I spent so many years reinforcing the thought that I could be the guy; The guy who swoops in and solves the problem when things get technically complicated, the guy who swoops in and creates order and process out of the chaos, the guy who swoops in and gets things done. Setting aside the analysis of whether or not I was actually particularly good at that, I did “I can be that guy” so much that I had convinced myself that I am that guy.
In The Coaching Habit, Michael Bungay Stanier talks about the Karpman drama triangle. I’ve certainly played all three roles of Persecutor, Victim and Rescuer. But I realize now that I’m addicted—or perhaps I can be hopeful enough to say was addicted?—to being the Rescuer. In the past year or so it’s become clear to me that it’s vastly more healthy and fun(!) to be part of a team that solves problems and gets things done.
To be the person who asks a question that opens a flood gate of discussion.
To be the person who understands that one’s purpose was to have been instrumental in creating the environment last week, so this week the team solves the problem on its own.
To be the person who is a complete and utter success, by having simply contributed a small addition here, a minor adjustment there.
(Part 31 of 37 in Study inspired by Pakour & Art du Déplacement by V. Thibault)

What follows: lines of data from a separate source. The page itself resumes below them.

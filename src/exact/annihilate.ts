import { GoodBasisError } from "../errors.js";
import { shown } from "../misuse.js";
import { type ExactBudget, Meter } from "./budget.js";
import { requireNumbers, requireOperator, requireVector, requireVectors } from "./guards.js";
import type { ExactOperator } from "./operator.js";
import { Surd } from "./surd.js";
import type { ExactVector } from "./vector.js";

/** Whether a product annihilates a space: yes, or the first vector that it leaves. */
export type Annihilation =
  | {
      /** Every vector became zero. */
      readonly kind: "annihilated";
    }
  | {
      /** Some vector did not. */
      readonly kind: "left over";
      /** The place of the vector. */
      readonly column: number;
      /** A positive multiple of what Π(A − a_k) makes of it; not zero. */
      readonly residual: ExactVector;
    };

/**
 * Whether Π_k (A − a_k) p = 0 for every given vector p, vector by vector. Then A has no other eigenvalue than the a_k in the
 * space that they span and A generates; that each of them occurs is another question, see {@link projectorTraces}.
 *
 * @param values - the guessed eigenvalues
 * @param vectors - vectors that span the space
 * @throws GoodBasisError `shape`, `budget`
 *
 * @example
 * ```ts
 * import { annihilates, ExactOperator, ExactVector, Surd } from "goodbasis";
 *
 * const flip = ExactOperator.from([[0, 1], [1, 0]]);
 * const kets = [ExactVector.unit(2, 0), ExactVector.unit(2, 1)];
 * console.log(annihilates(flip, [Surd.from(1), Surd.from(-1)], kets).kind); // annihilated
 * ```
 */
export function annihilates(
  operator: ExactOperator,
  values: readonly Surd[],
  vectors: readonly ExactVector[],
  budget?: ExactBudget,
): Annihilation {
  requireOperator("annihilates", operator);
  requireNumbers("annihilates", values);
  requireVectors("annihilates", vectors);
  const meter = new Meter("annihilates", budget);
  for (const [column, vector] of vectors.entries()) {
    const residual = values.reduce((rest, value) => shifted(operator, value, rest, meter), vector);
    if (!residual.isZero) return { kind: "left over", column, residual };
  }
  return { kind: "annihilated" };
}

/** (A − a) v, divided by its content: only the direction counts. */
function shifted(operator: ExactOperator, value: Surd, vector: ExactVector, meter: Meter): ExactVector {
  if (vector.isZero) return vector;
  const image = operator.apply(vector).plus(vector, value.negate()).primitive();
  meter.spendProducts((vector.values.length * operator.count) / operator.n);
  for (const x of image.values) meter.weigh(x.largeTerms);
  return image;
}

/**
 * The part of a vector in the eigenspace of one eigenvalue: Π_{l ≠ k} (A − a_l)/(a_k − a_l) v, where the product over all
 * a_l annihilates v.
 *
 * @param values - the distinct eigenvalues
 * @param chosen - the place k of the one that is kept
 * @throws GoodBasisError `option` - two values are equal; `shape`, `budget`
 *
 * @example
 * ```ts
 * import { ExactOperator, ExactVector, spectralPart, Surd } from "goodbasis";
 *
 * const flip = ExactOperator.from([[0, 1], [1, 0]]);
 * const even = spectralPart(flip, [Surd.from(1), Surd.from(-1)], 0, ExactVector.unit(2, 0));
 * console.log(even.component(1).text()); // 1/2
 * ```
 */
export function spectralPart(
  operator: ExactOperator,
  values: readonly Surd[],
  chosen: number,
  vector: ExactVector,
  budget?: ExactBudget,
): ExactVector {
  requireOperator("spectralPart", operator);
  requireVector("spectralPart", vector);
  requireDistinct("spectralPart", values);
  const meter = new Meter("spectralPart", budget);
  const own = Number.isInteger(chosen) ? values[chosen] : undefined;
  if (own === undefined) {
    throw new GoodBasisError("option", `spectralPart: there is no eigenvalue ${shown(chosen)} among ${values.length}`, {
      chosen,
    });
  }
  let rest = vector;
  let scale = Surd.one;
  for (const [k, value] of values.entries()) {
    if (k === chosen) continue;
    meter.spendProducts((rest.values.length * operator.count) / operator.n);
    rest = operator.apply(rest).plus(rest, value.negate());
    scale = scale.times(own.minus(value));
    for (const x of rest.values) meter.weigh(x.largeTerms);
  }
  return rest.scale(scale.inverse());
}

/**
 * The traces of the spectral projectors of an operator with Π_k (A − a_k) = 0: the multiplicity of each a_k, 0 for one that
 * does not occur.
 *
 * tr P_k is the combination of tr 1, tr A, tr A², … with the coefficients of Lagrange's polynomial that is 1 at a_k and 0 at
 * the other values. No projector is formed.
 *
 * @param operator - the matrix of A in the whole space, in any basis; no Hermitian form is needed
 * @param values - distinct
 * @throws GoodBasisError `option` - two values are equal; `budget`
 *
 * @example
 * ```ts
 * import { ExactOperator, projectorTraces, Surd } from "goodbasis";
 *
 * const a = ExactOperator.diagonal([2, 2, -1]);
 * console.log(projectorTraces(a, [Surd.from(2), Surd.from(-1)]).join(" ")); // 2 1
 * ```
 */
export function projectorTraces(operator: ExactOperator, values: readonly Surd[], budget?: ExactBudget): Surd[] {
  requireOperator("projectorTraces", operator);
  requireDistinct("projectorTraces", values);
  const traces: Surd[] = [Surd.from(operator.n)];
  let power = operator;
  for (let k = 1; k < values.length; k++) {
    if (k > 1) power = power.times(operator, budget);
    traces.push(power.trace());
  }
  return values.map((own, chosen) => {
    let coefficients: readonly Surd[] = [Surd.one];
    for (const [k, value] of values.entries()) {
      if (k === chosen) continue;
      const inverse = own.minus(value).inverse();
      // times (x − a_l) / (a_k − a_l)
      coefficients = Array.from({ length: coefficients.length + 1 }, (_, j) =>
        (coefficients[j - 1] ?? Surd.zero).minus((coefficients[j] ?? Surd.zero).times(value)).times(inverse),
      );
    }
    return coefficients.reduce((sum, c, k) => sum.plus(c.times(traces[k] as Surd)), Surd.zero);
  });
}

function requireDistinct(where: string, values: readonly Surd[]): void {
  requireNumbers(where, values);
  for (const [k, value] of values.entries()) {
    const twin = values.findIndex((other, j) => j < k && other.equals(value));
    if (twin < 0) continue;
    const message = `${where}: eigenvalues ${twin} and ${k} are both ${value.text()}; give each once`;
    throw new GoodBasisError("option", message, { first: twin, second: k });
  }
}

What is it, in this sport or project, that moves me, motivates me, nourishes me—and helps me thrive and shine?~ Vincent Thibault
What facilitates my flourishing? Today, I’m going to say it’s space.
Not physical space—although there’s a nice metaphor here about having things planted too closely in a garden and how that affects the plants’ flourishing. No, not physical space; I’ve plenty of that.
Perhaps not even mental space—I’m certainly buffeted about by the myriad winds of demands and responsibilities. But with very few exceptions, I’ve created all of those zephyrs. No, although I have left myself no mental space, I am able usually to create it on demand.
Most likely it’s emotional space. The idea that we need room to soak in the emotional experiences that go along with the reality of things, events, and people, and to do that with no specific “why” in mind.
(Part 29 of 37 in Study inspired by Pakour & Art du Déplacement by V. Thibault)
After too many readings to remember, I’m still at a loss to summarize my thoughts. The difficulty is that this is an area of my life with which I currently struggle daily.
There is a basic challenge-level to reality: There is a stone in my shoe. It’s time to mow the lawn. This bill should be paid. I’m great at handling huge numbers of these basic sorts of challenges. Unfortunately, the positive thinking of chapter 17 doesn’t give me a handle on solutions to basic challenges. …and I am completely swamped with these sorts of basic challenges.
Don’t conflate basic with easy. All of the easy, basic challenges I have under control; They are already done, or are managed by reliable systems. What I’m left with are the remainders—a pile of difficult, basic challenges. Things for which positive thinking still gives me no purchase.
I don’t have much of a grasp on this chapter. But then, that’s why I’m studying this book and using its chapters as jumping-off points for my thoughts.